そんな彼が結婚して移り住んだのはカリフォルニア州のコンプトン。
ルイジアナ州よりは黒人にとって暮らしやすい環境でしょうが、治安は決してよくない。
ここから必ず出て行くのだと、娘5人を厳しく躾けます。って、虐待とかじゃない。
医者や弁護士を目指して勉学に勤しみ、全員成績は上位。
だけど頭でっかちにはならぬよう、身体能力も高めることに努めます。
ヴィーナスとセリーナはテニス選手にしよう。
リチャードと妻オラシーンは、この娘たちが生まれる前からそう決めていました。
しかしテニススクールに通ったりコーチを雇ったりするような金はないから、
テニス未経験者のリチャードが毎日ふたりに指導する。
みるみる上達していく彼女たちを見て、自分が教えるには限界を感じます。
こんな町で練習を続けていたって、ウィンブルドンには行けない。
無料で指導してくれるコーチを見つけようと、リチャードはあちこち当たります。
そんなコーチいるわけない。でもいるんですよね。
最初にコーチを引き受けたのは、ジョン・マッケンローのコーチでもあるポール・コーエン。
ただし、引き受けるのはヴィーナスだけ。セリーナまでは見てくれない。
ここでセリーナを腐らさないようにするのもまたリチャード。
破竹の勢いで出場試合に勝ち続けるヴィーナス。
これからはジュニアのツアーに出て勝ちまくるぞと意気込むポールに対して、
リチャードは「ヴィーナスはまだ子どもだから」と拒否。
世界を回るには心も体も整っていないと言うのですね。
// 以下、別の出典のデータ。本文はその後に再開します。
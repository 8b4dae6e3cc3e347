//! Live alerts: deciding when something that happened tonight is worth a mail now, with
//! a rate limit so a bad night sends a handful of mails, not hundreds. Pure decisions;
//! the daemon supplies the facts and sends.

use crate::rules::Verdict;

/// Limits from the configuration.
#[derive(Debug, Clone, Copy, PartialEq)]
pub struct AlertLimits {
    /// Frames stopped arriving for this long (inside the dark window) → alert.
    pub stopped_minutes: f64,
    /// This many rejected frames in a row (same target and filter) → alert.
    pub reject_streak: usize,
    /// Less free space than this on a watched folder's file system → alert.
    pub min_free_gb: f64,
    /// The same kind of alert at most once per this many minutes…
    pub repeat_minutes: f64,
    /// …and at most this many alerts per night in all.
    pub max_per_night: usize,
}

impl Default for AlertLimits {
    fn default() -> Self {
        AlertLimits::from_config(&crate::config::AlertsConfig::default())
    }
}

impl AlertLimits {
    pub fn from_config(c: &crate::config::AlertsConfig) -> Self {
        AlertLimits {
            stopped_minutes: c.stopped_minutes,
            reject_streak: c.reject_streak,
            min_free_gb: c.min_free_gb,
            repeat_minutes: c.repeat_minutes,
            max_per_night: c.max_per_night,
        }
    }
}

/// Whether an alert of one kind may go now, given when that kind last went and how many
/// went tonight.
pub fn allowed(
    limits: &AlertLimits,
    now: f64,
    last_of_kind: Option<f64>,
    sent_tonight: usize,
) -> bool {
    sent_tonight < limits.max_per_night
        && last_of_kind.is_none_or(|t| now - t >= 60.0 * limits.repeat_minutes)
}

/// Frames stopped: the last frame is older than the limit, frames did arrive tonight, and
/// the sky is dark (when the site is known; `dark` None means unknown, taken as dark).
pub fn frames_stopped(
    limits: &AlertLimits,
    now: f64,
    last_frame: Option<f64>,
    dark: Option<bool>,
) -> Option<String> {
    let last = last_frame?;
    let idle = (now - last) / 60.0;
    (idle >= limits.stopped_minutes && dark != Some(false)).then(|| {
        format!("no new frame for {idle:.0} minutes (the capture program or the camera may have stopped)")
    })
}

/// A frame as judged live: its path, verdict and the sentences that say why.
pub type LiveJudgement = (String, Verdict, Vec<String>);

/// A streak of rejections at the end of a group's latest judgements (oldest first): the
/// message names the group, each frame and what was measured in it.
pub fn reject_streak(
    limits: &AlertLimits,
    group: &str,
    latest: &[LiveJudgement],
) -> Option<String> {
    let n = limits.reject_streak.max(1);
    if latest.len() < n
        || latest[latest.len() - n..]
            .iter()
            .any(|j| j.1 != Verdict::Reject)
    {
        return None;
    }
    let frames: Vec<String> = latest[latest.len() - n..]
        .iter()
        .map(|(path, _, why)| {
            let name = std::path::Path::new(path)
                .file_name()
                .map_or(path.clone(), |n| n.to_string_lossy().into_owned());
            if why.is_empty() {
                name
            } else {
                format!("{name} ({})", why.join("; "))
            }
        })
        .collect();
    Some(format!(
        "{group}: the last {n} frames were all rejected: {}",
        frames.join(", ")
    ))
}

/// Low disk space on any of the file systems the daemon uses, each given as a folder on
/// it and its free bytes: one message naming every one that is low.
pub fn low_disk(limits: &AlertLimits, free: &[(String, u64)]) -> Option<String> {
    let low: Vec<String> = free
        .iter()
        .filter(|(_, bytes)| (*bytes as f64 / 1e9) < limits.min_free_gb)
        .map(|(folder, bytes)| format!("only {:.1} GB free where {folder} is", *bytes as f64 / 1e9))
        .collect();
    (!low.is_empty()).then(|| low.join("; "))
}

#[cfg(test)]
mod tests {
    use super::*;

    #[test]
    fn rate_limit_and_triggers() {
        let l = AlertLimits::default();
        assert!(allowed(&l, 1000.0, None, 0));
        assert!(!allowed(&l, 1000.0, Some(900.0), 0), "within the hour");
        assert!(allowed(&l, 5000.0, Some(900.0), 0));
        assert!(!allowed(&l, 5000.0, None, 6), "nightly cap");
        assert!(frames_stopped(&l, 10_000.0, Some(10_000.0 - 25.0 * 60.0), Some(true)).is_some());
        assert!(
            frames_stopped(&l, 10_000.0, Some(10_000.0 - 25.0 * 60.0), Some(false)).is_none(),
            "daylight"
        );
        assert!(frames_stopped(&l, 10_000.0, Some(10_000.0 - 5.0 * 60.0), None).is_none());
        let v = |s: &[&str]| {
            s.iter()
                .enumerate()
                .filter_map(|(k, x)| {
                    let why = vec![format!("sky {k}00 ADU is 60 σ above the night's median")];
                    Some((format!("/srv/k{k:03}.fits"), Verdict::from_name(x)?, why))
                })
                .collect::<Vec<_>>()
        };
        let streak = reject_streak(&l, "Field A / L", &v(&["ok", "reject", "reject", "reject"]));
        assert_eq!(
            streak.as_deref(),
            Some("Field A / L: the last 3 frames were all rejected: k001.fits (sky 100 ADU is 60 σ above the night's median), k002.fits (sky 200 ADU is 60 σ above the night's median), k003.fits (sky 300 ADU is 60 σ above the night's median)")
        );
        assert!(reject_streak(&l, "g", &v(&["reject", "ok", "reject", "reject"])).is_none());
        let disks = |a: u64, b: u64| {
            vec![
                ("/srv".to_string(), a),
                ("/var/lib/subwatch".to_string(), b),
            ]
        };
        assert_eq!(
            low_disk(&l, &disks(50_000_000_000, 2_000_000_000)).as_deref(),
            Some("only 2.0 GB free where /var/lib/subwatch is")
        );
        assert!(low_disk(&l, &disks(1_000_000_000, 2_000_000_000))
            .unwrap()
            .contains("/srv is; only 2.0 GB"));
        assert!(low_disk(&l, &disks(50_000_000_000, 50_000_000_000)).is_none());
    }
}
そしてポールと離縁。
勝ち続けているのに試合に出るのをやめて、すべてが整うまで待ってくれるコーチはいるか。
そんなコーチもいるわけない。でもリチャードは見つけるんです。
今までいなかったなら、アンタがその第一人者になってくれりゃええと。
白羽の矢を立てられたのは(笑)、リック・メイシーでした。
私が名前を知っている選手だと、ジェニファー・カプリアティのコーチですね。
娘の意思を尊重せずに、妻とも相談せずに、何でもひとりで決めてしまうリチャード。
独善的で横暴に見えなくもありません。
彼が白人だったら、間違いなくそう思うことでしょう。
でも、彼は黒人。一家は黒人。
彼女だけの問題ではない。全世界の黒人の思いを背負っているのですから。
整わないうちに世に出て、撃たれたり潰されたりすることがないように。
ウィル・スミス演じるリチャードに振り回されるリックが可笑しくて、何度かクスッ。
リック役のジョン・バーンサルもとてもよかったです。
テニスをする人はぜひ、しない人もどうぞ。